**ENTRIES SHOWN:**
━━━━━━━━━━

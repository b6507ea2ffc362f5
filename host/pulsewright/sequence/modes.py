"""Mode changes in their safe order: raised levels, D, outputs, VCC, rail, address, lines, D, raised levels again."""

from __future__ import annotations

from collections.abc import Iterable

from pulsewright.chip.model import Mode, SupplyStep
from pulsewright.rig.model import RailStep
from pulsewright.sequence.build import US, Builder
from pulsewright.sequence.levels import choose_raised, choose_vcc, top_mv
from pulsewright.units import Rounding, ticks
from pulsewright.wire.ops import Instruction
from pulsewright.wire.permit import VccStep
from pulsewright.wire.tables import Channel, Level, Op, Rail

_MEASURE_LIMIT_PS = 2_000 * US
_CLEAR_ABOVE_VCC_MV = 300  # a position that is no more than this above VCC is no longer raised (H5)


def raised_steps(b: Builder, mode: Mode) -> dict[str, SupplyStep]:
    """Pin -> supply step of a mode's raised pins."""
    return {pin: b.definition.supplies[name] for pin, name in b.pins.raised_levels(mode).items()}


def switch_mask(b: Builder, pins: dict[str, SupplyStep]) -> int:
    """Mask of the raised switches of some pins."""
    return sum(1 << b.pins.switch(pin).number for pin in pins)


def move_vcc(b: Builder, step: SupplyStep, rail_step: RailStep | None = None) -> None:
    """VCC to another step, with nothing raised and, where H cannot be driven on the way, H released."""
    target = rail_step or choose_vcc(b.definition, b.rig, step)
    if b.state.vcc == target:
        return
    floor = b.rig.driven_from_mv
    if b.state.high_driven and min(target.mv, b.state.vcc.mv if b.state.vcc else 0) < floor:
        b.emit(Op.HIGH, how=0)
        b.state.high_driven = False
        b.edge(b.line_settle_ps)
        b.wait(0)
    b.emit(Op.RAIL, rail=Rail.VCC, step=target.number)
    b.edge(b.rig.vcc.settle_ps + step.settle_ps)  # the part's own wait begins when the supply is good
    b.wait(0)
    measure_vcc(b, step, target)
    b.state.vcc = target
    if target.mv >= floor and not b.state.high_driven:
        b.emit(Op.HIGH, how=1)
        b.state.high_driven = True
        b.edge(b.line_settle_ps)


def measure_vcc(b: Builder, step: SupplyStep, rail_step: RailStep) -> None:
    """Full VCC measured in its window; `narrow_vcc` makes it the window of all that the rail step serves."""
    socket = b.rig.socket_vcc
    low, high = socket.count_at_least(step.min_mv), socket.count_at_most(step.max_mv)
    limit = ticks(_MEASURE_LIMIT_PS, Rounding.AT_LEAST)
    b.vcc_looks.append((len(b.items), rail_step.number))
    b.emit(Op.MEASURE, channel=Channel.SOCKET_VCC, low=low, high=high, limit=limit)


def narrow_vcc(b: Builder, windows: Iterable[VccStep]) -> None:
    """A rail step that serves several supplies is measured in the permit's window: VCC need not move between them."""
    by_step = {one.step: one for one in windows}
    for index, number in b.vcc_looks:
        instruction, origin = b.items[index]
        window = by_step.get(number)
        if window is not None and isinstance(instruction, Instruction):
            args = {**instruction.args, "low": window.low, "high": window.high}
            b.items[index] = (Instruction(instruction.op, args), origin)


def move_raised_rail(b: Builder, wanted: dict[str, SupplyStep]) -> None:
    """The raised rail to the step that serves these pins, settled; measured in the window it is to be held in."""
    target = choose_raised(b.definition, b.rig, wanted)
    scaling = b.rig.raised.scaling
    low = scaling.count_at_least(max(step.min_mv for step in wanted.values()))
    high = scaling.count_at_most(min(top_mv(b.definition, b.rig, pin, step) for pin, step in wanted.items()))
    if b.state.raised == target and low <= b.state.raised_low and b.state.raised_high <= high:
        return
    open_switches(b, {})
    if b.state.raised != target:
        b.emit(Op.RAIL, rail=Rail.RAISED, step=target.number)
        b.edge(b.rig.raised.settle_ps)
        b.wait(0)
    limit = ticks(_MEASURE_LIMIT_PS, Rounding.AT_LEAST)
    b.emit(Op.MEASURE, channel=Channel.RAISED_RAIL, low=low, high=high, limit=limit)
    b.state.raised, b.state.raised_low, b.state.raised_high = target, low, high


def measure_raised(b: Builder, wanted: dict[str, SupplyStep]) -> None:
    """Each raised level measured at its position (H8)."""
    for pin, step in wanted.items():
        switch = b.pins.switch(pin)
        low = switch.scaling.count_at_least(step.min_mv)
        high = switch.scaling.count_at_most(top_mv(b.definition, b.rig, pin, step))
        limit = ticks(_MEASURE_LIMIT_PS, Rounding.AT_LEAST)
        b.emit(Op.MEASURE, channel=Channel.POSITION + switch.number, low=low, high=high, limit=limit)


def open_switches(b: Builder, keep: dict[str, SupplyStep], *, look: bool = False) -> None:
    """Opens raised switches but those of the pins of `keep`; the longest fall passes before anything else.

    `look`: each is then measured to be gone, and waited for as long as the rig file allows. A word read under a level
    that falls too slowly would be an ID byte, or nothing.
    """
    stay = switch_mask(b, keep)
    going = b.state.switches & ~stay
    if not going:
        return
    b.emit(Op.SWITCHES, on=b.state.switches & stay)
    b.edge(max(s.fall_ps for s in b.rig.switches if going >> s.number & 1))
    b.wait(0)
    b.state.switches &= stay
    if look and b.state.vcc is not None:
        gone_mv = b.state.vcc.mv + b.state.vcc.error_mv + _CLEAR_ABOVE_VCC_MV
        limit = ticks(b.rig.fall_limit_ps, Rounding.AT_LEAST)
        for switch in (one for one in b.rig.switches if going >> one.number & 1):
            high = switch.scaling.count_at_most(gone_mv)
            b.emit(Op.MEASURE, channel=Channel.POSITION + switch.number, low=0, high=high, limit=limit)
    b.state.levels = {pin: level for pin, level in b.state.levels.items() if pin in keep}


def _close_switches(b: Builder, wanted: dict[str, SupplyStep]) -> bool:
    """Closes the raised switches of some pins, and whether any moved; what follows waits for the longest rise."""
    mask = switch_mask(b, wanted)
    b.state.levels = {pin: step.name for pin, step in wanted.items()}
    if b.state.switches == mask:
        return False
    b.emit(Op.SWITCHES, on=mask)
    b.edge(max(s.rise_ps for s in b.rig.switches if mask >> s.number & 1))
    b.state.switches = mask
    return True


def _kept(b: Builder, mode: Mode, wanted: dict[str, SupplyStep]) -> dict[str, SupplyStep]:
    """What may stay raised on the way to a mode: pins it wants at the level they have, with VCC and rail left alone."""
    if not wanted or b.state.vcc != choose_vcc(b.definition, b.rig, b.definition.supplies[mode.vcc]):
        return {}
    if b.state.raised != choose_raised(b.definition, b.rig, wanted):
        return {}
    return {pin: step for pin, step in wanted.items() if b.state.levels.get(pin) == step.name}


def _set_address(b: Builder, mode: Mode, at: int | None, *, word: bool) -> None:
    """The address a mode wants: a constant where its row says low, the word in hand in a word loop, else `at`."""
    bits = b.pins.raised_address_bits(mode)
    if mode.levels.get("A") == "L":
        b.address(bits)
    elif word:
        b.address_word()
    elif at is not None:
        b.address(at | bits)
    elif bits:
        b.address(bits)


def _drive(b: Builder, data: str | int | None) -> None:
    if data == "image":
        b.emit(Op.DRIVE_WORD)
    elif isinstance(data, int):
        b.emit(Op.DRIVE, word=data)
    else:
        return
    b.state.data = "driven"
    b.edge(b.line_settle_ps)


def enter(
    b: Builder,
    name: str,
    *,
    data: str | int | None = None,
    at: int | None = None,
    word: bool = False,
    drive: bool = True,
) -> None:
    """From the mode in force to another, in a fixed order.

    Raised off (but what the mode wants as it is), D off, outputs off, VCC, rail, address, lines, D, raised on.
    `data` overrides what the mode row says of D; `drive` False leaves D released whatever the row says; `word`: inside
    a loop over words, where no level is measured (`prove_level` did it before).
    """
    mode = b.definition.modes[name]
    levels = b.pins.control_levels(mode)
    drives = data if data is not None else (mode.data if isinstance(mode.data, int) else None)
    if not drive:
        drives = None
    wanted = raised_steps(b, mode)
    open_switches(b, _kept(b, mode, wanted), look=not word)
    if drives is None:
        b.release()
    rising = {role: level for role, level in levels.items() if level is Level.HIGH}
    was_on = b.state.outputs
    b.set_lines(rising)
    if was_on and mode.data != "out":
        b.wait(b.timing_max_ps("tDF"))
    b.state.outputs = mode.data == "out"
    move_vcc(b, b.definition.supplies[mode.vcc])
    if wanted:
        move_raised_rail(b, wanted)
    _set_address(b, mode, at, word=word)
    b.set_lines(levels)
    _drive(b, drives)
    if wanted and _close_switches(b, wanted) and not word:
        b.wait(0)
        measure_raised(b, wanted)
    b.state.mode = name


def prove_level(b: Builder, name: str) -> None:
    """Before a word loop: its raised level is made and measured once at its position, with nothing pulsed."""
    mode = b.definition.modes[name]
    wanted = raised_steps(b, mode)
    with b.about(f"{', '.join(step.name for step in wanted.values())} measured before its first use", where=mode.where):
        enter(b, name, drive=False)
        enter(b, "standby")
        b.wait(b.timing_min_ps("tVR"))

━━━━━━━━━━

**WHAT TO PRODUCE:**
What you give back should be exactly the lines of the data above from the line with "b.state.switches &= stay" through the line with "def _close_switches(b: Builder, wanted: dict[str, SupplyStep])", both of those included, and nothing more.

**TASK RESPONSE:**
    b.state.switches &= stay
    if look and b.state.vcc is not None:
        gone_mv = b.state.vcc.mv + b.state.vcc.error_mv + _CLEAR_ABOVE_VCC_MV
        limit = ticks(b.rig.fall_limit_ps, Rounding.AT_LEAST)
        for switch in (one for one in b.rig.switches if going >> one.number & 1):
            high = switch.scaling.count_at_most(gone_mv)
            b.emit(Op.MEASURE, channel=Channel.POSITION + switch.number, low=0, high=high, limit=limit)
    b.state.levels = {pin: level for pin, level in b.state.levels.items() if pin in keep}


def _close_switches(b: Builder, wanted: dict[str, SupplyStep]) -> bool:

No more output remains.